For people who fish, ski, hike, mountain bike, of love fall scenery those are wonderful places, and with the population density in those areas demand for rooms would be good. My wife and I go on 4 or 5 long weekend trips of 4 to 5 days every year in those areas as well as a vacation for a week or more. Not having exchange fees or paying for hotels as much would make acquiring more points attractive to me.


----------



## pgnewarkboy (Oct 23, 2011)

As a dri owner I am glad to see that they continue to expand their resort options while some other companies are getting out of timeshares or just going out of business.   With rising airfares and unrest in Europe investment in the United States seems smart.


----------



## T_R_Oglodyte (Oct 23, 2011)

dwojo said:


> For people who fish, ski, hike, mountain bike, of love fall scenery those are wonderful places, and with the population density in those areas demand for rooms would be good. My wife and I go on 4 or 5 long weekend trips of 4 to 5 days every year in those areas as well as a vacation for a week or more. Not having exchange fees or paying for hotels as much would make acquiring more points attractive to me.

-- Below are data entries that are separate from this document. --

"""The one window: strip, rail, pages, explainer and work strip around a document."""

from __future__ import annotations

from PySide6.QtCore import QByteArray, QEvent, QSize, Qt, QTimer
from PySide6.QtGui import QCloseEvent, QDragEnterEvent, QDropEvent
from PySide6.QtWidgets import (
    QApplication,
    QHBoxLayout,
    QMainWindow,
    QStackedWidget,
    QVBoxLayout,
    QWidget,
)

from rescue_planner.desk import theme
from rescue_planner.desk.context import Desk
from rescue_planner.desk.explainer import WIDTH, Explainer
from rescue_planner.desk.file_actions import FileActions
from rescue_planner.desk.menus import Menus
from rescue_planner.desk.plan_strip import PlanStrip
from rescue_planner.desk.rail import PAGES, Rail
from rescue_planner.desk.recovery import Recovery
from rescue_planner.desk.remark_list import RemarkDialog, RemarkFinder, answered
from rescue_planner.desk.settings import Settings
from rescue_planner.desk.view import TEXT_SCALES, Scheme
from rescue_planner.desk.widgets import bring_into_view, rule
from rescue_planner.desk.work_strip import WorkStrip

NAME = "Rescue Planner"
FRAME = 32  # what a title bar takes


class DeskWindow(QMainWindow):
    """Builds the desk; pages are made when they are first shown, after the first paint."""

    def __init__(self, settings: Settings | None = None) -> None:
        super().__init__()
        self.settings = settings or Settings.load()
        self.desk = Desk.build(self)
        self.recovery = Recovery(self.desk.document, self)
        self.finder = RemarkFinder(self.desk, self)
        self.files = FileActions(self.desk, self.settings, self)
        self.pages: dict[str, QWidget] = {}
        self.current = ""
        self.setAcceptDrops(True)
        self._set_view()
        self._lay_out()
        self.menus = Menus(self, self)
        self._connect()
        self._say_title()
        self._show_state()
        QTimer.singleShot(0, self._first_page)

    # building

    def _set_view(self) -> None:
        view, settings = self.desk.view, self.settings
        view.set_axis("generations" if settings.axis == "generations" else "years")
        if settings.text_scale in TEXT_SCALES:
            view.set_text_scale(settings.text_scale)
        view.set_scheme(self._scheme())
        self._apply_look()

    def _lay_out(self) -> None:
        self.strip, self.rail = PlanStrip(self.desk), Rail(self.desk.view)
        self.stack = QStackedWidget()
        self.explainer = Explainer(self.desk)
        self.work = WorkStrip(self.desk)
        middle = QHBoxLayout()
        middle.setSpacing(0)
        middle.addWidget(self.rail)
        middle.addWidget(rule(upright=True))
        middle.addWidget(self.stack, 1)
        self.explainer_rule = rule(upright=True)
        middle.addWidget(self.explainer_rule)
        middle.addWidget(self.explainer)
        whole = QWidget()
        column = QVBoxLayout(whole)
        column.setContentsMargins(0, 0, 0, 0)
        column.setSpacing(0)
        column.addWidget(self.strip)
        column.addWidget(rule())
        column.addLayout(middle, 1)
        column.addWidget(rule())
        column.addWidget(self.work)
        self.setCentralWidget(whole)
        self._fit_sides()
        self.resize(self._roomy())
        if self.settings.geometry:
            self.restoreGeometry(QByteArray.fromHex(self.settings.geometry.encode()))

    def _roomy(self) -> QSize:
        """Return the size the window opens with: whole on a small screen, frame included."""
        room = self.screen().availableGeometry().size() - QSize(0, FRAME)
        return QSize(1280, 760).boundedTo(room)

    def _connect(self) -> None:
        document, view = self.desk.document, self.desk.view
        self.rail.chosen.connect(self.show_page)
        document.state_changed.connect(self._say_title)
        document.changed.connect(self._say_title)
        document.replaced.connect(self._show_state)
        view.changed.connect(self._view_changed)
        self.files.opened.connect(self._case_opened)
        self.files.said.connect(self.work.say)
        self.recovery.failed.connect(self.work.say)
        self.finder.found.connect(self._remarks_found)
        document.changed.connect(self._remarks_found)
        self.work.remarks_asked.connect(self.show_remarks)
        self.work.problems_asked.connect(self._to_first_problem)

    # pages

    def _first_page(self) -> None:
        if not self.current:
            self.show_start()

    def show_page(self, key: str) -> None:
        """Show a page, making it first if need be."""
        if key not in self.pages:
            self.pages[key] = self._made(key)
            self.stack.addWidget(self.pages[key])
        came = key != self.current
        if came:
            entry = next((page for page in PAGES if page.key == key), None)
            if entry is None:
                self.explainer.clear()
            else:
                self.explainer.show_page(entry.question, entry.about)
        self.current = key
        self.stack.setCurrentWidget(self.pages[key])
        self.rail.mark(key)
        self._show_explainer()
        if came and self.isVisible():
            target = _first_focusable(self.pages[key])
            if target is not None:  # whoever works by keys goes on from here
                target.setFocus(Qt.FocusReason.ShortcutFocusReason)

    def _made(self, key: str) -> QWidget:
        if key == "start":
            from rescue_planner.desk.pages.start import StartPage

            return StartPage(self.files, self.settings, self.show_known)
        if key == "known":
            from rescue_planner.desk.pages.known import KnownPage

            return KnownPage(self.start_case)
        return next(page for page in PAGES if page.key == key).make(self.desk)

    def show_start(self) -> None:
        """Show the start page, with what has changed on it since."""
        self._forget("start")
        self.show_page("start")

    def show_known(self) -> None:
        """Show the questions of a new case."""
        self._forget("known")
        self.show_page("known")

    def _forget(self, key: str) -> None:
        page = self.pages.pop(key, None)
        if page is not None:
            self.stack.removeWidget(page)
            page.deleteLater()

    def start_case(self, case: object) -> bool:
        """Begin a case that no file holds yet."""
        from rescue_planner.case.document import Case

        if not isinstance(case, Case) or not self.files.may_close():
            return False
        self.desk.problems_shown.clear()
        self.desk.document.new(case)
        self.show_page("compare")
        return True

    def close_case(self) -> None:
        """Close the case, asking about unsaved changes."""
        if self.files.may_close():
            self.recovery.discard()
            self.desk.document.close()
            self.show_start()

    def _case_opened(self) -> None:
        self.show_page("case" if self.current in ("", "start", "known") else self.current)

    def export(self) -> None:
        """Go to the page that exports."""
        self.show_page("compare")
        ask = getattr(self.pages["compare"], "export", None)
        if ask is not None:
            ask()

    # state

    def _say_title(self, _case: object = None) -> None:
        document = self.desk.document
        if not document.has_case:
            self.setWindowTitle(NAME)
        else:
            held = "" if document.path is None else f" — {document.path.name}"
            self.setWindowTitle(f"[*]{document.case.title}{held} — {NAME}")
        self.setWindowModified(document.is_modified)

    def _show_state(self) -> None:
        is_open = self.desk.document.has_case
        self.rail.set_open(is_open)
        self.strip.setVisible(is_open)
        self._show_explainer()
        if not is_open:
            for page in PAGES:
                self._forget(page.key)

    def _show_explainer(self) -> None:
        explained = self.current in {page.key for page in PAGES}
        shown = self.settings.explainer and explained and self.desk.document.has_case
        self.explainer.setVisible(shown)
        self.explainer_rule.setVisible(shown)

    def toggle_explainer(self) -> None:
        """Hide or show the explainer."""
        self.settings.explainer = not self.settings.explainer
        self._show_explainer()
        self.menus.refresh()

    def _scheme(self) -> Scheme:
        if self.settings.scheme in ("light", "dark"):
            return self.settings.scheme  # type: ignore[return-value]
        hints = QApplication.styleHints()
        return "dark" if hints.colorScheme() == Qt.ColorScheme.Dark else "light"

    def choose_scheme(self, scheme: str) -> None:
        """Choose light, dark or the system's."""
        self.settings.scheme = scheme
        self.desk.view.set_scheme(self._scheme())
        self.menus.refresh()

    def resize_text(self, by: int) -> None:
        """Take the next larger or smaller text size."""
        at = TEXT_SCALES.index(self.desk.view.text_scale) + by
        if 0 <= at < len(TEXT_SCALES):
            self.desk.view.set_text_scale(TEXT_SCALES[at])

    def _view_changed(self) -> None:
        view = self.desk.view
        self.settings.text_scale, self.settings.axis = view.text_scale, view.axis
        self._apply_look()
        self._fit_sides()

    def _apply_look(self) -> None:
        app, view = QApplication.instance(), self.desk.view
        if isinstance(app, QApplication) and app.property("look") != (look := _look(view)):
            theme.apply(app, view.scheme, view.text_scale)
            app.setProperty("look", look)

    def _fit_sides(self) -> None:
        scale = self.desk.view.text_scale
        self.rail.setFixedWidth(round(108 * scale) + 8)
        self.explainer.setFixedWidth(round(WIDTH * (0.6 + 0.4 * scale)))

    def _remarks_found(self, _what: object = None) -> None:
        found = self.finder.remarks
        if found is None or not self.desk.document.has_case:
            self.work.say_remarks(None, 0)
            return
        done = answered(self.desk.document.case, found)
        self.work.say_remarks(len(found), len(found) - done)

    def show_remarks(self) -> None:
        """Show the remarks, where each can be answered."""
        found = self.finder.remarks or ()
        dialog = RemarkDialog(self.desk, found, self)
        dialog.exec()
        dialog.deleteLater()
        if dialog.wanted:
            self.go_to(dialog.wanted)

    def _to_first_problem(self) -> None:
        self.go_to(next(iter(self.desk.problems_shown.shown), ""))

    def go_to(self, path: str) -> None:
        """Show the field at `path` of the case, or the first one below it, and focus it."""
        home = "plans" if path.startswith("plans") else "case"
        here = self.pages[self.current]
        if not any(one.property("path") == path for one in here.findChildren(QWidget)):
            self.show_page(home)
        found = [
            one
            for one in self.pages[self.current].findChildren(QWidget)
            if path and str(one.property("path") or "").startswith(path) and not one.isHidden()
        ]
        for field in sorted(found, key=lambda one: one.property("path") != path)[:1]:
            field.setFocus(Qt.FocusReason.ShortcutFocusReason)
            bring_into_view(field)

    def next_region(self) -> None:
        """Move the focus to the next part of the window."""
        regions = [
            one
            for one in (self.strip, self.rail, self.stack, self.explainer, self.work)
            if one.isVisible()
        ]
        focused = QApplication.focusWidget()
        at = next((i for i, one in enumerate(regions) if focused and one.isAncestorOf(focused)), -1)
        for step in range(1, len(regions) + 1):
            target = _first_focusable(regions[(at + step) % len(regions)])
            if target is not None:
                target.setFocus(Qt.FocusReason.TabFocusReason)
                return

    def show_keyboard(self) -> None:
        """List the keys."""
        from rescue_planner.desk.help_dialogs import keyboard_dialog

        keyboard_dialog(self).exec()

    def show_about(self) -> None:
        """Say what this is."""
        from rescue_planner.desk.help_dialogs import about_dialog

        about_dialog(self).exec()

    # events

    def changeEvent(self, event: QEvent) -> None:
        super().changeEvent(event)
        if event.type() == QEvent.Type.ThemeChange and self.settings.scheme == "system":
            self.desk.view.set_scheme(self._scheme())

    def dragEnterEvent(self, event: QDragEnterEvent) -> None:
        if any(url.isLocalFile() for url in event.mimeData().urls()):
            event.acceptProposedAction()

    def dropEvent(self, event: QDropEvent) -> None:
        from pathlib import Path

        for url in event.mimeData().urls():
            if url.isLocalFile():
                self.files.open(Path(url.toLocalFile()))
                return

    def closeEvent(self, event: QCloseEvent) -> None:
        if not self.files.may_close():
            event.ignore()
            return
        self.recovery.discard()
        self.settings.geometry = bytes(self.saveGeometry().toHex().data()).decode()
        self.settings.save()
        self.finder.close()
        self.desk.close()
        event.accept()


def _look(view: object) -> str:
    return f"{view.scheme} {view.text_scale}"  # type: ignore[attr-defined]


def _first_focusable(region: QWidget) -> QWidget | None:
    for one in region.findChildren(QWidget):
        reachable = bool(one.focusPolicy() & Qt.FocusPolicy.TabFocus)
        if reachable and one.isVisible() and one.isEnabled() and one.focusProxy() is None:
            return one
    return None
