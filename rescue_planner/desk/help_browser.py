"""One page of the help, drawn in the program's own sizes; it loads nothing from anywhere."""

from __future__ import annotations

from PySide6.QtCore import QByteArray, QUrl
from PySide6.QtGui import (
    QResizeEvent,
    QTextBlock,
    QTextBlockFormat,
    QTextCharFormat,
    QTextCursor,
    QTextTable,
)
from PySide6.QtWidgets import QTextBrowser

from rescue_planner.desk import help_pages, theme

LETTERS = 96  # of a line, at most
RING = (
    "QTextBrowser { border: 2px solid transparent; } "
    "QTextBrowser:focus { border: 2px solid palette(highlight); }"
)


class HelpBrowser(QTextBrowser):
    """Shows one page; it loads nothing by itself, from disk or from elsewhere."""

    def __init__(self) -> None:
        super().__init__()
        self.setOpenLinks(False)
        self.setOpenExternalLinks(False)
        self.setAccessibleName("Help page")
        self.setTabChangesFocus(False)  # Tab goes from link to link
        self.setStyleSheet(RING)
        self.document().setDocumentMargin(theme.UNIT * 2)

    def loadResource(self, _kind: int, _name: QUrl | str) -> object:
        return QByteArray()

    def resizeEvent(self, event: QResizeEvent) -> None:
        super().resizeEvent(event)
        most = self.fontMetrics().averageCharWidth() * LETTERS
        spare = max(0, self.width() - most - theme.UNIT * 4)
        if self.viewportMargins().right() != spare:
            self.setViewportMargins(0, 0, spare, 0)

    def show_text(self, markdown: str, scale: float) -> None:
        """Show a page, its headings in the program's own sizes."""
        self.setMarkdown(markdown)
        whole = QTextCursor(self.document())
        whole.beginEditBlock()
        block = self.document().begin()
        while block.isValid():
            place = QTextCursor(block)
            place.movePosition(
                QTextCursor.MoveOperation.EndOfBlock, QTextCursor.MoveMode.KeepAnchor
            )
            level = block.blockFormat().headingLevel()
            if level:
                self._set_heading(place, level, scale)
            elif place.currentTable() is None:
                self._set_paragraph(place, block.textList() is not None, scale)
            self._underline_links(block)
            block = block.next()
        self._set_tables()
        whole.endEditBlock()
        self.moveCursor(QTextCursor.MoveOperation.Start)

    def _set_tables(self) -> None:
        for frame in self.document().rootFrame().childFrames():
            if isinstance(frame, QTextTable):
                made = frame.format()
                made.setCellPadding(theme.HALF)
                made.setCellSpacing(0)
                made.setBorder(0)
                made.setBottomMargin(theme.UNIT)
                frame.setFormat(made)

    @staticmethod
    def _set_heading(place: QTextCursor, level: int, scale: float) -> None:
        look = place.charFormat()
        look.clearProperty(QTextCharFormat.Property.FontSizeAdjustment.value)  # it would win
        size = theme.TITLE if level == 1 else theme.BODY
        look.setProperty(QTextCharFormat.Property.FontPixelSize.value, theme.pixels(size, scale))
        look.setFontWeight(400 if level == 1 else 600)
        place.setCharFormat(look)
        spaced = QTextBlockFormat()
        spaced.setTopMargin(theme.UNIT * scale * (0 if level == 1 else 2))
        spaced.setBottomMargin(scale * (theme.UNIT if level == 1 else theme.HALF))
        place.mergeBlockFormat(spaced)

    @staticmethod
    def _set_paragraph(place: QTextCursor, in_list: bool, scale: float) -> None:
        spaced = QTextBlockFormat()
        spaced.setBottomMargin(scale * (theme.HALF if in_list else theme.UNIT))
        spaced.setLineHeight(125, QTextBlockFormat.LineHeightTypes.ProportionalHeight.value)
        place.mergeBlockFormat(spaced)

    def _underline_links(self, block: QTextBlock) -> None:
        """Links are told apart by more than their colour."""
        look = QTextCharFormat()
        look.setFontUnderline(True)
        ends = []
        parts = block.begin()
        while not parts.atEnd():
            piece = parts.fragment()
            if piece.charFormat().isAnchor():
                ends.append((piece.position(), piece.position() + piece.length()))
            parts += 1
        for start, end in ends:
            link = QTextCursor(self.document())
            link.setPosition(start)
            link.setPosition(end, QTextCursor.MoveMode.KeepAnchor)
            link.mergeCharFormat(look)

    def go_to_heading(self, anchor: str) -> bool:
        """Scroll to the heading of an anchor; False where the page has none such."""
        block = self.document().begin()
        while block.isValid():
            if block.blockFormat().headingLevel() and help_pages.slug(block.text()) == anchor:
                top = self.document().documentLayout().blockBoundingRect(block).top()
                self.setTextCursor(QTextCursor(block))
                self.verticalScrollBar().setValue(round(top) - theme.UNIT)
                return True
            block = block.next()
        return False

If the demand is that great why aren't developers building timeshare resorts in those locates?

The reality of the market is those are not viable markets for timeshares.  Most of the projects that are in those locates are in those locates date to the early days of timesharing, when developers were often converting motels and failed projects.  

The only exception that I can think of is Trendwest (developer for Worldmark), and IMHO Trendwest has built in the Midwest because that's the cheapest place to build and they sell points for the same price no matter where the project happens to be located.  (So they make more money by building in marginal locations).


----------



## LynnW (Oct 23, 2011)

nightnurse613 said:


> It looks like they have several 2 bedroom units listed - one is only 4 occupancy? Some have golf views, some are listed as family so I am not too sure about the differences.  They are listed in the 10-11,000 pt range for a seven day reservation which, I think, is about average for DRI average properties. Cave Creek is a unique little town north of Scottsdale with a nice Lake not too far away.  I didn't mean to disparage the resort but as DWOJO said, (and as an Arizona resident I say), how about ACQUIRING some more California coastal property?  Not necessarily something big-there are a couple of smaller resorts.  It's nice to have access to Napa and Avila Beach but there never seems to be much availability. :zzz:



I thought that the units at Rancho Manana were all the same  They have two separate master suites with walk in showers and king beds. Because there was only the two of us I didn't notice if there was sofa beds in the living room. Maybe some do and some don't so that's the difference.

Lynn


----------



## wolfie (Oct 26, 2011)

*Rancho Manana*

Used the spa there when it was still ILX...it was one of the best I've ever been too.  I am making it my life's work to go to as many spas in AZ as I can.  I hope now that DRI has Rancho Manana the spa will be as great.  The units were wonderful.


----------



## flyguy (Mar 14, 2012)

*Some information about this resort and DRI*

I was recently in Cave Creek and visited with DRI personnel at this resort. There are some 14 units (all two bedroom) that Diamond has taken over. The units were empty for some three years but have been cleaned up and made ready for guests. The location is next to a golf course and Tonto Restaurant that are managed separately from the resort. Currently the exercise room/spa and small "restaurant" near the pool are not being utilized. The location is beautiful and the rooms appear to be very comfortable and clean.


----------